**Your assignment:** Please repeat the data in full, character for character.

**Provided data:**
■ ■ ■

package uncertain

import (
	"math"
	"strconv"
	"strings"

	"similis.dev/similis/quantity"
)

// derived names the SI coherent derived units the reports write by name
// (SI Brochure, 9th ed. (2019), Table 4), and the compound units of
// fluids and heat-transfer work written with them. Energy and torque
// share a dimension; N·m is right for both (1 J = 1 N·m), J would be
// wrong for a torque. Other dimensions are written in base units.
var derived = map[quantity.Dim]string{
	quantity.Force:                   "N",
	quantity.Pressure:                "Pa",
	quantity.Energy:                  "N·m",
	quantity.Power:                   "W",
	quantity.DynamicViscosity:        "Pa·s",
	quantity.SurfaceTension:          "N/m",
	quantity.SpecificWeight:          "N/m³",
	quantity.HeatFluxDensity:         "W/m²",
	quantity.ThermalConductivity:     "W/(m·K)",
	quantity.HeatTransferCoefficient: "W/(m²·K)",
	quantity.HeatCapacity:            "J/K",
	quantity.SpecificHeatCapacity:    "J/(kg·K)",
	quantity.Charge:                  "C",
	quantity.Voltage:                 "V",
	quantity.Resistance:              "Ω",
	quantity.Conductance:             "S",
	quantity.Capacitance:             "F",
	quantity.Inductance:              "H",
	quantity.MagneticFlux:            "Wb",
	quantity.MagneticFluxDensity:     "T",
}

// prefixable are the units a report may write with a decimal prefix on
// the first symbol (kN, MPa, mPa·s, kN·m, kW, mm).
var prefixable = map[string]bool{
	"N": true, "Pa": true, "Pa·s": true, "N·m": true, "W": true, "V": true,
	"Ω": true, "C": true, "m": true, "A": true,
}

// prefixes are the decimal prefixes used, by power of 1000 from 10⁻⁹.
var prefixes = [...]string{"n", "µ", "m", "", "k", "M", "G"}

// unitName writes a dimension in SI units for a report: a derived unit's
// name where one fits, else the base units as a fraction ("kg/m³",
// "m²/s"); "" when dimensionless.
func unitName(d quantity.Dim) string {
	if d == 0 {
		return ""
	}
	if s, ok := derived[d]; ok {
		return s
	}
	return baseFraction(d)
}

// baseFraction writes d in SI base units as a fraction, "kg/(m·s)".
func baseFraction(d quantity.Dim) string {
	if d == 0 {
		return ""
	}
	order := [...]quantity.Base{quantity.BaseM, quantity.BaseL, quantity.BaseT, quantity.BaseI,
		quantity.BaseTheta, quantity.BaseN, quantity.BaseJ}
	var buf [quantity.NumBases]quantity.Factor
	p := quantity.Product(buf[:0])
	for _, b := range order {
		if e := d.Exponent(b); !e.IsZero() {
			p = append(p, quantity.Factor{Name: b.Unit(), Exp: e})
		}
	}
	return p.Format(quantity.Unicode, quantity.Solidus, "·")
}

// displayUnit returns the unit a value of dimension d and size ref (in
// SI) is shown in, and that unit's size in SI: the unit's name, with a
// decimal prefix when ref is 10⁴ or more, or below 10⁻², and the unit
// takes one.
func displayUnit(d quantity.Dim, ref float64) (string, float64) {
	name := unitName(d)
	if !prefixable[name] || !(ref > 0) || !finite(ref) || (ref >= 1e-2 && ref < 1e4) {
		return name, 1
	}
	k := int(math.Floor(math.Log10(ref) / 3))
	k = max(min(k, 3), -3)
	return prefixes[k+3] + name, math.Pow(1000, float64(k))
}

// withUnit joins a number and its unit, the number alone when
// dimensionless.
func withUnit(num, unit string) string {
	if unit == "" {
		return num
	}
	return num + " " + unit
}

// roundPair writes an estimate y and its uncertainty u as GUM §7.2.6
// states them: u to two significant digits, y to the same decimal place.
// Fixed notation is used unless the numbers are very large or very
// small. A zero or non-finite u leaves y in full and u as "0" (or as it
// is).
func roundPair(y, u float64) (string, string) {
	if u == 0 || !finite(u) || !finite(y) {
		us := strconv.FormatFloat(u, 'g', -1, 64)
		return strconv.FormatFloat(y, 'g', -1, 64), us
	}
	e := int(math.Floor(math.Log10(u)))
	if math.Round(u/math.Pow(10, float64(e-1))) >= 100 {
		e++ // 0.0996 rounds to 0.10
	}
	dec := 1 - e
	ay := math.Abs(y)
	switch {
	case dec >= 0 && dec <= 12 && ay < 1e15:
		return noNegZero(strconv.FormatFloat(y, 'f', dec, 64)), strconv.FormatFloat(u, 'f', dec, 64)
	case dec < 0 && dec > -15 && ay < 1e15:
		step := math.Pow(10, float64(-dec))
		return noNegZero(strconv.FormatFloat(math.Round(y/step)*step, 'f', 0, 64)),
			strconv.FormatFloat(math.Round(u/step)*step, 'f', 0, 64)
	}
	ey := e
	if ay > 0 {
		ey = int(math.Floor(math.Log10(ay)))
	}
	return noNegZero(strconv.FormatFloat(y, 'e', max(ey-e+1, 0), 64)), strconv.FormatFloat(u, 'e', 1, 64)
}

// noNegZero drops the sign of a number that rounds to zero.
func noNegZero(s string) string {
	if strings.HasPrefix(s, "-") && strings.Trim(s[1:], "0.") == "" {
		return s[1:]
	}
	return s
}

// sig writes x to n significant digits, in fixed notation unless it is
// very large or very small.
func sig(x float64, n int) string { return sigFrom(x, n, -9) }

// sigFrom is sig with e-notation from 10^minExp down.
func sigFrom(x float64, n, minExp int) string {
	if x == 0 || !finite(x) {
		return strconv.FormatFloat(x, 'g', -1, 64)
	}
	e := int(math.Floor(math.Log10(math.Abs(x))))
	if e < minExp || e >= 9 {
		return strconv.FormatFloat(x, 'e', n-1, 64)
	}
	return strconv.FormatFloat(x, 'f', max(n-1-e, 0), 64)
}

// sensitivityUnit writes the unit of a sensitivity coefficient c = ∂y/∂x
// for a report that shows y in yUnit (of dimension yd, size yf in SI) and
// the source in SI units of dimension xd: "N/K", "kN/K", "m/Pa",
// "N/(kg/m³)"; c's own unit where that is one symbol ("m" for (N·m)/N,
// "N" for W/(m/s)); a base-unit fraction when neither side has a named
// unit ("1/s" for (m/s)/m); "" for a dimensionless coefficient.
func sensitivityUnit(yUnit string, yd quantity.Dim, yf float64, xd quantity.Dim) string {
	xUnit := unitName(xd)
	switch {
	case xd == 0:
		return yUnit
	case yd == xd && yf == 1:
		return ""
	case yUnit == "":
		if _, named := derived[xd]; named {
			if strings.ContainsAny(xUnit, "·/") {
				return "1/(" + xUnit + ")"
			}
			return "1/" + xUnit
		}
		inv, err := xd.Inv()
		if err != nil {
			return "1/(" + xUnit + ")"
		}
		return baseFraction(inv)
	}
	_, yNamed := derived[yd]
	_, xNamed := derived[xd]
	if yf == 1 {
		// c itself a named unit of one symbol, or one base unit: (N·m)/N
		// is m, W/(m/s) is N.
		if cd, err := yd.Div(xd); err == nil {
			if n, ok := derived[cd]; ok && !strings.ContainsAny(n, "·/") {
				return n
			}
			if n := baseFraction(cd); n != "" && !strings.ContainsAny(n, "·/⁻¹²³⁴⁵⁶⁷⁸⁹()^") {
				return n
			}
		}
	}
	if !yNamed && !xNamed && yf == 1 {
		if c, err := yd.Div(xd); err == nil {
			return baseFraction(c)
		}
	}
	if strings.ContainsAny(xUnit, "·/") {
		xUnit = "(" + xUnit + ")"
	}
	return yUnit + "/" + xUnit
}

■ ■ ■

**Written response:**
package uncertain

import (
	"math"
	"strconv"
	"strings"

	"similis.dev/similis/quantity"
)

// derived names the SI coherent derived units the reports write by name
// (SI Brochure, 9th ed. (2019), Table 4), and the compound units of
// fluids and heat-transfer work written with them. Energy and torque
// share a dimension; N·m is right for both (1 J = 1 N·m), J would be
// wrong for a torque. Other dimensions are written in base units.
var derived = map[quantity.Dim]string{
	quantity.Force:                   "N",
	quantity.Pressure:                "Pa",
	quantity.Energy:                  "N·m",
	quantity.Power:                   "W",
	quantity.DynamicViscosity:        "Pa·s",
	quantity.SurfaceTension:          "N/m",
	quantity.SpecificWeight:          "N/m³",
	quantity.HeatFluxDensity:         "W/m²",
	quantity.ThermalConductivity:     "W/(m·K)",
	quantity.HeatTransferCoefficient: "W/(m²·K)",
	quantity.HeatCapacity:            "J/K",
	quantity.SpecificHeatCapacity:    "J/(kg·K)",
	quantity.Charge:                  "C",
	quantity.Voltage:                 "V",
	quantity.Resistance:              "Ω",
	quantity.Conductance:             "S",
	quantity.Capacitance:             "F",
	quantity.Inductance:              "H",
	quantity.MagneticFlux:            "Wb",
	quantity.MagneticFluxDensity:     "T",
}

// prefixable are the units a report may write with a decimal prefix on
// the first symbol (kN, MPa, mPa·s, kN·m, kW, mm).
var prefixable = map[string]bool{
	"N": true, "Pa": true, "Pa·s": true, "N·m": true, "W": true, "V": true,
	"Ω": true, "C": true, "m": true, "A": true,
}

// prefixes are the decimal prefixes used, by power of 1000 from 10⁻⁹.
var prefixes = [...]string{"n", "µ", "m", "", "k", "M", "G"}

// unitName writes a dimension in SI units for a report: a derived unit's
// name where one fits, else the base units as a fraction ("kg/m³",
// "m²/s"); "" when dimensionless.
func unitName(d quantity.Dim) string {
	if d == 0 {
		return ""
	}
	if s, ok := derived[d]; ok {
		return s
	}
	return baseFraction(d)
}

// baseFraction writes d in SI base units as a fraction, "kg/(m·s)".
func baseFraction(d quantity.Dim) string {
	if d == 0 {
		return ""
	}
	order := [...]quantity.Base{quantity.BaseM, quantity.BaseL, quantity.BaseT, quantity.BaseI,
		quantity.BaseTheta, quantity.BaseN, quantity.BaseJ}
	var buf [quantity.NumBases]quantity.Factor
	p := quantity.Product(buf[:0])
	for _, b := range order {
		if e := d.Exponent(b); !e.IsZero() {
			p = append(p, quantity.Factor{Name: b.Unit(), Exp: e})
		}
	}
	return p.Format(quantity.Unicode, quantity.Solidus, "·")
}

// displayUnit returns the unit a value of dimension d and size ref (in
// SI) is shown in, and that unit's size in SI: the unit's name, with a
// decimal prefix when ref is 10⁴ or more, or below 10⁻², and the unit
// takes one.
func displayUnit(d quantity.Dim, ref float64) (string, float64) {
	name := unitName(d)
	if !prefixable[name] || !(ref > 0) || !finite(ref) || (ref >= 1e-2 && ref < 1e4) {
		return name, 1
	}
	k := int(math.Floor(math.Log10(ref) / 3))
	k = max(min(k, 3), -3)
	return prefixes[k+3] + name, math.Pow(1000, float64(k))
}

// withUnit joins a number and its unit, the number alone when
// dimensionless.
func withUnit(num, unit string) string {
	if unit == "" {
		return num
	}
	return num + " " + unit
}

// roundPair writes an estimate y and its uncertainty u as GUM §7.2.6
// states them: u to two significant digits, y to the same decimal place.
// Fixed notation is used unless the numbers are very large or very
// small. A zero or non-finite u leaves y in full and u as "0" (or as it
// is).
func roundPair(y, u float64) (string, string) {
	if u == 0 || !finite(u) || !finite(y) {
		us := strconv.FormatFloat(u, 'g', -1, 64)
		return strconv.FormatFloat(y, 'g', -1, 64), us
	}
	e := int(math.Floor(math.Log10(u)))
	if math.Round(u/math.Pow(10, float64(e-1))) >= 100 {
		e++ // 0.0996 rounds to 0.10
	}
	dec := 1 - e
	ay := math.Abs(y)
	switch {
	case dec >= 0 && dec <= 12 && ay < 1e15:
		return noNegZero(strconv.FormatFloat(y, 'f', dec, 64)), strconv.FormatFloat(u, 'f', dec, 64)
	case dec < 0 && dec > -15 && ay < 1e15:
		step := math.Pow(10, float64(-dec))
		return noNegZero(strconv.FormatFloat(math.Round(y/step)*step, 'f', 0, 64)),
			strconv.FormatFloat(math.Round(u/step)*step, 'f', 0, 64)
	}
	ey := e
	if ay > 0 {
		ey = int(math.Floor(math.Log10(ay)))
	}
	return noNegZero(strconv.FormatFloat(y, 'e', max(ey-e+1, 0), 64)), strconv.FormatFloat(u, 'e', 1, 64)
}

// noNegZero drops the sign of a number that rounds to zero.
func noNegZero(s string) string {
	if strings.HasPrefix(s, "-") && strings.Trim(s[1:], "0.") == "" {
		return s[1:]
	}
	return s
}

// sig writes x to n significant digits, in fixed notation unless it is
// very large or very small.
func sig(x float64, n int) string { return sigFrom(x, n, -9) }

// sigFrom is sig with e-notation from 10^minExp down.
func sigFrom(x float64, n, minExp int) string {
	if x == 0 || !finite(x) {
		return strconv.FormatFloat(x, 'g', -1, 64)
	}
	e := int(math.Floor(math.Log10(math.Abs(x))))
	if e < minExp || e >= 9 {
		return strconv.FormatFloat(x, 'e', n-1, 64)
	}
	return strconv.FormatFloat(x, 'f', max(n-1-e, 0), 64)
}

// sensitivityUnit writes the unit of a sensitivity coefficient c = ∂y/∂x
// for a report that shows y in yUnit (of dimension yd, size yf in SI) and
// the source in SI units of dimension xd: "N/K", "kN/K", "m/Pa",
// "N/(kg/m³)"; c's own unit where that is one symbol ("m" for (N·m)/N,
// "N" for W/(m/s)); a base-unit fraction when neither side has a named
// unit ("1/s" for (m/s)/m); "" for a dimensionless coefficient.
func sensitivityUnit(yUnit string, yd quantity.Dim, yf float64, xd quantity.Dim) string {
	xUnit := unitName(xd)
	switch {
	case xd == 0:
		return yUnit
	case yd == xd && yf == 1:
		return ""
	case yUnit == "":
		if _, named := derived[xd]; named {
			if strings.ContainsAny(xUnit, "·/") {
				return "1/(" + xUnit + ")"
			}
			return "1/" + xUnit
		}
		inv, err := xd.Inv()
		if err != nil {
			return "1/(" + xUnit + ")"
		}
		return baseFraction(inv)
	}
	_, yNamed := derived[yd]
	_, xNamed := derived[xd]
	if yf == 1 {
		// c itself a named unit of one symbol, or one base unit: (N·m)/N
		// is m, W/(m/s) is N.
		if cd, err := yd.Div(xd); err == nil {
			if n, ok := derived[cd]; ok && !strings.ContainsAny(n, "·/") {
				return n
			}
			if n := baseFraction(cd); n != "" && !strings.ContainsAny(n, "·/⁻¹²³⁴⁵⁶⁷⁸⁹()^") {
				return n
			}
		}
	}
	if !yNamed && !xNamed && yf == 1 {
		if c, err := yd.Div(xd); err == nil {
			return baseFraction(c)
		}
	}
	if strings.ContainsAny(xUnit, "·/") {
		xUnit = "(" + xUnit + ")"
	}
	return yUnit + "/" + xUnit
}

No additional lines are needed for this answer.